The Role of a Consultant

As a QuickBooks ProAdvisor, Allison understands the principles of bookkeeping and accounting, and as a consultant, she helps businesses apply the numbers to make better decisions and more efficiently run their businesses. She comes in as a teacher not only explaining how to use the software and set up their books but why the processes they use can help improve operations and profit margins. She helps them identify the steps they need to take to align their monthly and yearly numbers to reach their business goals.

Consultants, as well as coaches, provide mentoring and teaching, but consultants ask questions to guide the client toward their goals, while coaches hold the client accountable for following through with those goals. Allison asks process questions about how much of a role her clients want to have in bookkeeping and passion questions, or why they went into the business and are motivated to do the work. She challenges them to push their comfort zones and expand how they are doing business with the aim toward growth.

“What consultants are really leveraging is their experience and using their knowledge built out of that experience to build your business in the smartest way possible,” Allison said.

Making Suggestions

Allison suggests learning materials and business books to help business owners think about their processes and ways they can grow their businesses, such as “The E Myth,” by Michael E. Gerber, and “Profit First,” by Mike Michalowicz.
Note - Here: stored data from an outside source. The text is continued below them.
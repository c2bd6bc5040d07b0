"""The demo's sky maps are what tools/make_sky_maps.py writes, and the events agree with them.

The script is run into a temporary folder: twice, to show it writes byte-identical files, and
its maps compared with the shipped ones value for value. Each demo event's `sky_area` must
agree with its map's 90 % area, so the demo raises no disagreement warning.
"""

from __future__ import annotations

import importlib.util
from pathlib import Path

import astropy.units as u
import numpy as np
import pytest
from astropy.io import fits

from factsheet.load import load_catalogue
from factsheet.load.skymap import read_probabilities
from factsheet.physics.sky import RankedMap

ROOT = Path(__file__).resolve().parents[1]
DEMO = ROOT / "events_demo"


def _tool(name: str):
    spec = importlib.util.spec_from_file_location(name, ROOT / "tools" / f"{name}.py")
    module = importlib.util.module_from_spec(spec)
    spec.loader.exec_module(module)
    return module


@pytest.fixture(scope="module")
def sky_tool():
    return _tool("make_sky_maps")


def test_the_sky_map_script_is_deterministic_and_matches_the_shipped_maps(sky_tool, tmp_path):
    first, second = tmp_path / "a", tmp_path / "b"
    for folder in (first, second):
        folder.mkdir()
        sky_tool.main(folder)
    for name in sky_tool.MAPS:
        assert (first / name).read_bytes() == (second / name).read_bytes(), name
        with fits.open(first / name) as made, fits.open(DEMO / name) as shipped:
            np.testing.assert_array_equal(made[1].data["PROB"], shipped[1].data["PROB"])
            for key in ("NSIDE", "ORDERING", "COORDSYS", "INDXSCHM", "PIXTYPE"):
                assert made[1].header[key] == shipped[1].header[key], (name, key)
        assert (DEMO / name).stat().st_size < 210_000, name


#: The three demo maps: the event, the kind of map and its 90 % area's range (deg2).
KINDS = {
    "MER34-012": ("compact", 20, 60),
    "MER34-005": ("arc", 500, 1500),
    "MER34-011": ("broad", 2000, 5000),
}


def test_each_demo_map_has_its_size_and_agrees_with_the_sky_area():
    events = {e.id: e for e in load_catalogue(DEMO).events}
    with_maps = {i for i, e in events.items() if e.detection.sky_map is not None}
    assert with_maps == set(KINDS)
    assert len(events["MER34-005"].detection.network) == 2  # the arc is a two-site detection
    for event_id, (_, low, high) in KINDS.items():
        detection = events[event_id].detection
        ranked = RankedMap(read_probabilities(detection.sky_map), detection.sky_map.nside)
        area = ranked.area(0.9).to_value(u.deg**2)
        assert low <= area <= high, (event_id, area)
        assert detection.sky_area.to_value(u.deg**2) == pytest.approx(area, rel=0.02), event_id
She also gives priority exercises to keep their business decisions in line with their morals and ethics—she has five priorities that include God, her husband, her family, her friends and work. So if a potential client, for instance, asks her to advise them on the Desktop version of QuickBooks, she knows doing so does not align with her work priority.

“It doesn’t fit in my wheelhouse, or my set of skills. I can do it, but I no longer specialize in it,” Allison said.
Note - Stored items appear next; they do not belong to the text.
def test_an_ecsv_file_with_commas_comments_and_quoted_text(tmp_path):
    path = write(samples_table(), tmp_path / "s.ecsv", delimiter=",")
    lines = path.read_text(encoding="utf-8").splitlines(keepends=True)
    body = lines.index("heavier.mass,lighter.mass,heavier.spin,lighter.spin,distance,note\n")
    lines.insert(body + 3, "\n")
    lines.insert(body + 3, "# a comment between rows\n")
    lines[body + 1] = lines[body + 1].replace("draw 0", '"draw, the first, # not a comment"')
    path.write_text("".join(lines), encoding="utf-8")
    samples = read_samples(path).values
    assert samples["distance"].tolist() == DISTANCES
    # rows after the comment keep their own line numbers
    lines[-1] = lines[-1].replace("700.0", "-700.0")
    path.write_text("".join(lines), encoding="utf-8")
    assert problem_of(path).startswith(f"{path}:{len(lines)}: distance: value -700 outside")


def ecsv_with(tmp_path, table: Table, edit=None):
    path = write(table, tmp_path / "s.ecsv")
    if edit:
        path.write_text(edit(path.read_text(encoding="utf-8")), encoding="utf-8")
    return path


def minimal(**columns) -> Table:
    table = Table()
    table["heavier.mass"] = [30.0, 31.0] * u.Msun
    table["lighter.mass"] = [20.0, 21.0] * u.Msun
    table["distance"] = [400.0, 410.0] * u.Mpc
    for name, column in columns.items():
        table[name] = column
    return table


# The ECSV lines: 1 '# %ECSV', 2 '# ---', 3 '# datatype:', 4.. one entry per column, then
# '# schema' and the names line (7 and 8 for three columns), then the rows (9 and 10; with a
# fourth column, 10 and 11).
ECSV_CASES = [
    ("missing", Table(minimal().columns[:2]), 3, "header", "missing column(s): distance"),
    ("wrong unit", minimal(distance=[1.0, 2.0] * u.Msun), 6, "distance", "not a length"),
    ("no unit", minimal(**{"heavier.mass": [30.0, 31.0]}), 4, "heavier.mass", "unit none"),
    ("text", minimal(redshift=["a", "b"]), 7, "redshift", "datatype string is not a number"),
    ("bool", minimal(redshift=[True, False]), 7, "redshift", "datatype bool is not a number"),
    ("range", minimal(redshift=[0.1, -0.2]), 11, "redshift", "value -0.2 outside the physical"),
    ("nan", minimal(redshift=[0.1, np.nan]), 11, "redshift", "value nan outside the physical"),
    ("inf", minimal(redshift=[np.inf, 0.1]), 10, "redshift", "value inf outside the physical"),
    (
        "masked",
        minimal(redshift=MaskedColumn([0.1, 0.2], mask=[False, True])),
        11,
        "redshift",
        "a masked (empty) value",
    ),
    ("not yet", minimal(chirp_mass=[26.0, 26.1] * u.Msun), 7, "chirp_mass", "not supported yet"),
    (
        "spin rule",
        minimal(**{"heavier.tilt": [10.0, 20.0] * u.deg}),
        7,
        "heavier.tilt",
        "needs the column heavier.spin_magnitude too",
    ),
]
Allison helps businesses grow in other ways, such as by measuring the results of their success, or lack thereof, through analytics of their numbers. If their gross profit margins are not where they should be, she can evaluate their books and give direction. For instance, businesses may not price their product based on cost, quality and value, but instead on competitor prices and lose money as a result.

“The objectivity from a third party makes a big difference, because we see things that you may not see for yourself,” Allison said.

Bringing in Knowledge and Experience

Allison, who holds an associate’s degree in accounting, brings to her consulting 20 years of experience working with small businesses. She started her career as a bookkeeper in 1999 and in 2011, launched Allison Bookkeeping, LLC, changing the business name in June 2016 to Open Book Consulting to better represent what she offers. That year, she became advanced certified in QuickBooks Online after being standard certified in the desktop version since 2012.

“Everybody is passionate about their business, but not everybody is passionate about doing business,” Allison said. “There’s more to doing business than just the business itself. … I want the kind of client that will throw themselves into it with passion to make this work. They’re on a mission.”

Allison looks for honesty in the way clients do business and wants them to be honest with her. She also wants the client to be willing to learn the basics of QuickBooks Online to be involved in some aspect of the accounting, such as using receipt bank to input their daily receipts or doing part of their books.

“I want to empower people with knowledge and to be engaged in the process to be successful,” Allison said.

The Next Class

Allison teaches a fee-based QuickBooks Online course through the Larimer Small Business Development Center in Fort Collins on a quarterly basis. The next class will be 8:30 a.m.-12:30 p.m. Aug. 7, 14 and 21 at the Digital Workshop Center, 234 Remington St., in Fort Collins. She also will be teaching the same class 1-5 p.m. Oct. 16, 23 and 30 at the same location.

“I encourage people to take the class first and then come to me for one-on-one training for more advanced or specialized features depending on what their business needs,” Allison said.

Shelley Widhalm is a freelance writer and editor and founder of Shell’s Ink Services, a writing and editing service based in Loveland, Colo. She has more than 15 years of experience in communications and holds a master of arts degree in English from Colorado State University. She can be reached at shellsinkservices.com or swidhalm@shellsinkservices.com.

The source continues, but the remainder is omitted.